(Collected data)
□ □ □

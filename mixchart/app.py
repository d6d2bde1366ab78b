"""The planning app: ipywidgets controls around the chart, in Jupyter or Voila.

Three parts, kept apart so the logic is testable without a browser:

:class:`~mixchart.state.PlanState` (in :mod:`mixchart.state`)
    The state: the plan being edited, an optional reference plan, the view
    options and the current evaluation.  It validates every change (a bad
    change leaves the last valid plan in place and returns the message), and
    tells its listeners what changed.  No widgets.
:func:`build_controls`
    A pure function from a plan to the widgets (a :class:`Controls` bundle).
:class:`PlannerApp`
    The wiring: widget events go to the state; state changes go to the chart
    sources, the table, the status line and the widgets.  Dragging the bands in
    the chart edits the plan on mouse release.

``planner(plan)`` in a notebook cell shows the app.
"""

from __future__ import annotations

import base64
import html
import math
import os
from collections.abc import Callable, Iterator
from contextlib import contextmanager
from dataclasses import dataclass
from pathlib import Path
from typing import Any

from .analysis import Evaluation
from .app_compare import ReferencePanel, compare_html
from .app_keys import attach_keys
from .app_messages import on_screen, screen_labels
from .app_mixer import (
    circuit_controls,
    level_table_map,
    make_circuit_handler,
    show_summary,
    sync_circuit_controls,
    update_level_map,
)
from .chart import ChartHandle, build_chart, chart_data, update_chart
from .chart_style import VERDICT_COLOURS
from .errors import MixchartError
from .plan import MAX_ORDER, Plan, dumps_plan, load_plan
from .state import PlanState, example_plan
from .units import format_frequency, parse_frequency
from .widget import BatchedBokehModel

__all__ = ["PlanState", "Controls", "build_controls", "PlannerApp", "planner", "example_plan"]

# ==================================================================== widgets


@dataclass
class FilterControls:
    """Widgets of one filter."""

    kind: Any
    order: Any
    centre: Any
    bandwidth: Any
    q: Any
    ripple: Any
    stop: Any
    spec_json: Any
    error: Any
    box: Any


@dataclass
class Controls:
    """Every widget of the app, by role."""

    direction: Any
    lo_mode: Any
    side: Any
    lo_fixed: Any
    lo_step: Any
    interferer: Any
    name: Any
    notes: Any
    rf_start: Any
    rf_stop: Any
    rf_step: Any
    if_center: Any
    if_bandwidth: Any
    sig_bandwidth: Any
    sig_level: Any
    max_order: Any
    requirement: Any
    topology: Any
    balance: Any
    table_path: Any
    rf_ref: Any
    lo_drive: Any
    rf_filter: FilterControls
    if_filter: FilterControls
    channel: Any
    channel_text: Any
    normalised: Any
    orders_shown: Any
    show_clear: Any
    keep_ref: Any
    clear_ref: Any
    ref_name: Any
    ref_pick: Any
    save_path: Any
    undo: Any
    redo: Any
    save: Any
    upload: Any
    load_path: Any
    load: Any
    snapshot: Any
    file_msg: Any
    errors: dict[str, Any]
    panel: Any


_FILTER_KINDS = [
    ("none", "none"),
    ("single tuned circuit", "tuned"),
    ("Butterworth band-pass", "butterworth"),
    ("Chebyshev I band-pass", "chebyshev1"),
    ("elliptic band-pass", "elliptic"),
    ("ideal band-pass", "brickwall"),
    ("other (edit the JSON)", "custom"),
]

_TEXT_FIELDS = {
    "rf_start": ("rf.start_hz", "RF start"),
    "rf_stop": ("rf.stop_hz", "RF stop"),
    "rf_step": ("rf.step_hz", "channel step"),
    "if_center": ("if.center_hz", "IF centre"),
    "if_bandwidth": ("if.bandwidth_hz", "IF bandwidth"),
    "sig_bandwidth": ("signal.bandwidth_hz", "signal bandwidth"),
    "lo_fixed": ("lo.fixed_hz", "fixed LO"),
    "lo_step": ("lo.step_hz", "LO step"),
}


def _plan_value(plan: Plan, path: str) -> Any:
    """The plan's value at a dotted JSON path such as ``"if.center_hz"``."""
    node: Any = plan
    for key in path.split("."):
        node = getattr(node, "if_" if key == "if" else key)
    return node


def _freq_text(f_hz: float | None) -> str:
    return "" if f_hz is None else format_frequency(f_hz, 9)


def _row() -> Any:
    """A fresh 300 px layout: each widget needs its own, or hiding one hides all that share it."""
    import ipywidgets as w

    return w.Layout(width="300px")


#: Which filter fields each kind uses (the rest are hidden).
_FILTER_FIELDS = {
    "none": (),
    "tuned": ("order", "centre", "q"),
    "butterworth": ("order", "centre", "bandwidth"),
    "chebyshev1": ("order", "centre", "bandwidth", "ripple"),
    "elliptic": ("order", "centre", "bandwidth", "ripple", "stop"),
    "brickwall": ("centre", "bandwidth"),
    "custom": (),
}


def _show_filter_fields(fc: FilterControls) -> None:
    """Show only the fields the chosen filter kind uses; the JSON box is always there."""
    used = _FILTER_FIELDS.get(fc.kind.value, ())
    for field in ("order", "centre", "bandwidth", "q", "ripple", "stop"):
        getattr(fc, field).layout.display = None if field in used else "none"
    fc.order.description = "stages" if fc.kind.value == "tuned" else "order"


def _filter_controls(name: str, label: str, tracking_default: bool) -> FilterControls:
    import ipywidgets as w

    style = {"description_width": "92px"}
    kind = w.Dropdown(options=_FILTER_KINDS, value="none", description=label, layout=_row(), style=style)
    order = w.BoundedIntText(value=3, min=1, max=20, description="order", layout=_row(), style=style)
    centre = w.Text(
        value="track" if tracking_default else "", description="centre", layout=_row(), style=style,
        continuous_update=False, placeholder="'track' or e.g. 10.7 MHz",
    )
    bandwidth = w.Text(value="", description="bandwidth", layout=_row(), style=style, continuous_update=False)
    q = w.BoundedFloatText(value=50.0, min=0.1, max=1e6, description="loaded Q", layout=_row(), style=style)
    ripple = w.BoundedFloatText(value=0.5, min=0.001, max=10, description="ripple dB", layout=_row(), style=style)
    stop = w.BoundedFloatText(value=60.0, min=1, max=300, description="stop dB", layout=_row(), style=style)
    spec_json = w.Textarea(
        value="", description="JSON", layout=w.Layout(width="300px", height="70px"), style=style,
        continuous_update=False,
    )
    error = w.HTML(value="", layout=w.Layout(width="300px"))
    box = w.VBox([kind, order, centre, bandwidth, q, ripple, stop, spec_json, error])
    box.add_class(f"mixchart-filter-{name}")
    controls = FilterControls(kind, order, centre, bandwidth, q, ripple, stop, spec_json, error, box)
    kind.observe(lambda _change: _show_filter_fields(controls), names="value")
    _show_filter_fields(controls)
    return controls


def build_controls(plan: Plan, n_channels: int) -> Controls:
    """Build every widget for a plan (values from the plan; no callbacks).

    Parameters
    ----------
    plan : Plan
        Gives the initial values.
    n_channels : int
        Number of channels (for the channel slider).

    Returns
    -------
    Controls
    """
    import ipywidgets as w

    style = {"description_width": "112px"}

    def text(key: str, value: float | None) -> Any:
        _, label = _TEXT_FIELDS[key]
        return w.Text(value=_freq_text(value), description=label, layout=_row(), style=style, continuous_update=False)

    errors = {key: w.HTML(value="", layout=w.Layout(width="300px")) for key in _TEXT_FIELDS}
    c: dict[str, Any] = {}
    c["direction"] = w.ToggleButtons(
        options=[("down (Rx)", "down"), ("up (Tx)", "up")], value=plan.direction,
        description="conversion", style={"description_width": "112px", "button_width": "92px"},
    )
    c["lo_mode"] = w.ToggleButtons(
        options=[("tracking", "tracking"), ("fixed", "fixed")], value=plan.lo.mode, description="LO",
        style={"description_width": "112px", "button_width": "92px"},
    )
    c["side"] = w.ToggleButtons(
        options=[("high side", "high"), ("low side", "low")], value=plan.lo.side, description="injection",
        style={"description_width": "112px", "button_width": "92px"},
    )
    for key, (path, _label) in _TEXT_FIELDS.items():
        c[key] = text(key, _plan_value(plan, path))
    c["sig_level"] = w.FloatSlider(
        value=plan.signal.level_dbm, min=-120, max=20, step=1, description="signal (dBm)", layout=_row(), style=style,
        continuous_update=False, readout_format=".0f",
    )
    # a plain number field, not a slider: a value beyond the limits (max order 999) is refused with
    # the plan's message, never silently clamped by the widget
    c["max_order"] = w.IntText(
        value=plan.max_order, description="max order", layout=_row(), style=style, continuous_update=False,
        tooltip=f"2 to {MAX_ORDER}",
    )
    c["requirement"] = w.FloatSlider(
        value=plan.requirement.min_rejection_db, min=0, max=150, step=1, description="required (dB)", layout=_row(),
        style=style, continuous_update=False, readout_format=".0f",
    )
    c["topology"] = w.Dropdown(
        options=[("double-balanced", "double_balanced"), ("single-balanced", "single_balanced"),
                 ("single-ended", "single_ended")],
        value=plan.mixer.topology, description="topology", layout=_row(), style=style,
    )
    c["balance"] = w.FloatSlider(
        value=plan.mixer.balance_db, min=0, max=80, step=1, description="balance (dB)", layout=_row(), style=style,
        continuous_update=False, readout_format=".0f",
    )
    c["table_path"] = w.Text(
        value=plan.mixer.table, description="level table", layout=_row(), style=style, continuous_update=False,
        placeholder="builtin or a .csv path",
    )
    c["rf_ref"] = w.Text(value="" if plan.mixer.rf_ref_dbm is None else f"{plan.mixer.rf_ref_dbm:g}",
                         description="table ref (dBm)", layout=_row(), style=style, continuous_update=False,
                         placeholder="blank: LO drive - 10 dB")
    c["lo_drive"] = w.FloatText(value=plan.mixer.lo_drive_dbm, description="LO drive (dBm)", layout=_row(), style=style)
    errors["mixer"] = w.HTML(value="", layout=w.Layout(width="300px"))
    errors["plan"] = w.HTML(value="", layout=w.Layout(width="300px"))
    rf_label = "preselector" if plan.direction == "down" else "output filter"
    rf_filter = _filter_controls("rf", rf_label, tracking_default=True)
    if_filter = _filter_controls("if", "IF filter", tracking_default=False)
    c["channel"] = w.IntSlider(
        value=0, min=0, max=max(n_channels - 1, 0), description="channel", layout=_row(), style=style,
        readout=False, continuous_update=True,
    )
    c["channel_text"] = w.HTML(value="")
    c["normalised"] = w.Checkbox(value=False, description="normalise to LO", indent=False)
    c["orders_shown"] = w.IntSlider(
        value=plan.max_order, min=2, max=plan.max_order, description="orders shown", layout=_row(), style=style,
    )
    c["show_clear"] = w.Checkbox(value=True, description="show clear products", indent=False)
    c["ref_name"] = w.Text(value="", placeholder="name (blank: the plan's)", layout=w.Layout(width="170px"),
                           continuous_update=False)
    c["ref_name"].add_class("mixchart-ref-name")
    c["keep_ref"] = w.Button(description="Keep as reference", icon="thumb-tack",
                             layout=w.Layout(width="auto", min_width="150px"),
                             tooltip="Keep the plan as it is now, under the name on the left, to compare with")
    c["ref_pick"] = w.Dropdown(options=[], value=None, description="compare with", layout=w.Layout(width="334px"),
                               style={"description_width": "90px"}, disabled=True)
    c["clear_ref"] = w.Button(description="Drop reference", layout=w.Layout(width="auto", min_width="128px"),
                              disabled=True, tooltip="Forget the reference shown")
    c["interferer"] = w.Text(
        value="" if plan.signal.interferer_level_dbm is None else f"{plan.signal.interferer_level_dbm:g}",
        description="interferer (dBm)", layout=_row(), style=style, continuous_update=False,
        placeholder="blank: same as the signal",
    )
    c["name"] = w.Text(value=plan.name, description="plan name", layout=_row(), style=style, continuous_update=False)
    c["notes"] = w.Textarea(
        value=plan.notes, description="notes", layout=w.Layout(width="300px", height="60px"), style=style,
        continuous_update=False,
    )
    c["undo"] = w.Button(description="Undo", tooltip="Undo the last plan change (Ctrl+Z)", disabled=True,
                         layout=w.Layout(width="100px"))
    c["redo"] = w.Button(description="Redo", tooltip="Redo the change last undone (Ctrl+Shift+Z)", disabled=True,
                         layout=w.Layout(width="100px"))
    c["save_path"] = w.Text(value="plan.json", description="file", layout=_row(), style=style,
                            placeholder="name, or a full path")
    c["save"] = w.Button(description="Save plan", button_style="primary", layout=w.Layout(width="146px"))
    c["upload"] = w.FileUpload(accept=".json", multiple=False, description="Open plan…", layout=w.Layout(width="146px"))
    c["load_path"] = w.Text(
        value="", description="load file", layout=_row(), style=style, placeholder="path on the server"
    )
    c["load"] = w.Button(description="Load", layout=w.Layout(width="146px"))
    c["snapshot"] = w.Button(description="HTML snapshot", layout=w.Layout(width="146px"))
    c["file_msg"] = w.HTML(value="", layout=w.Layout(width="300px"))
    for key, widget in c.items():  # stable CSS hooks for tests and styling: .mixchart-if-center etc.
        widget.add_class(f"mixchart-{key.replace('_', '-')}")

    def rows(*keys: str) -> list[Any]:
        out = []
        for key in keys:
            out.append(c[key])
            if key in errors:
                out.append(errors[key])
        return out

    plan_tab = w.VBox(
        rows("direction", "rf_start", "rf_stop", "rf_step", "if_center", "if_bandwidth", "lo_mode", "side",
             "lo_fixed", "lo_step", "sig_bandwidth", "sig_level", "interferer", "max_order", "requirement")
        + [errors["plan"]]
    )
    filter_tab = w.VBox([rf_filter.box, if_filter.box])
    mixer_tab = w.VBox([c["topology"], c["balance"], c["table_path"], c["rf_ref"], c["lo_drive"], errors["mixer"]])
    view_tab = w.VBox([c["channel"], c["channel_text"], c["orders_shown"], c["normalised"], c["show_clear"]])
    file_tab = w.VBox(
        [
            c["name"],
            c["notes"],
            c["save_path"],
            w.HBox([c["save"], c["snapshot"]]),
            w.HBox([c["upload"]]),
            c["load_path"],
            c["load"],
            c["file_msg"],
        ]
    )
    tabs = w.Tab(children=[plan_tab, filter_tab, mixer_tab, view_tab, file_tab])
    for i, title in enumerate(["Plan", "Filters", "Mixer", "View", "File"]):
        tabs.set_title(i, title)
    tabs.layout.width = "340px"
    # Compare sits under the tabs, always in view: it is what a design meeting reaches for.
    compare = w.VBox([w.HBox([c["ref_name"], c["keep_ref"]]), c["ref_pick"]], layout=w.Layout(margin="6px 0 0 0"))
    history = w.HBox([c["clear_ref"], c["undo"], c["redo"]], layout=w.Layout(margin="4px 0 0 0"))
    panel = w.VBox([tabs, compare, history], layout=w.Layout(width="340px"))
    return Controls(rf_filter=rf_filter, if_filter=if_filter, errors=errors, panel=panel, **c)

□ □ □

Problem to work on: Within the records, filter for lines that contain the word "normalised" and show each one.

Finished task:
    normalised: Any
    c["normalised"] = w.Checkbox(value=False, description="normalise to LO", indent=False)
    view_tab = w.VBox([c["channel"], c["channel_text"], c["orders_shown"], c["normalised"], c["show_clear"]])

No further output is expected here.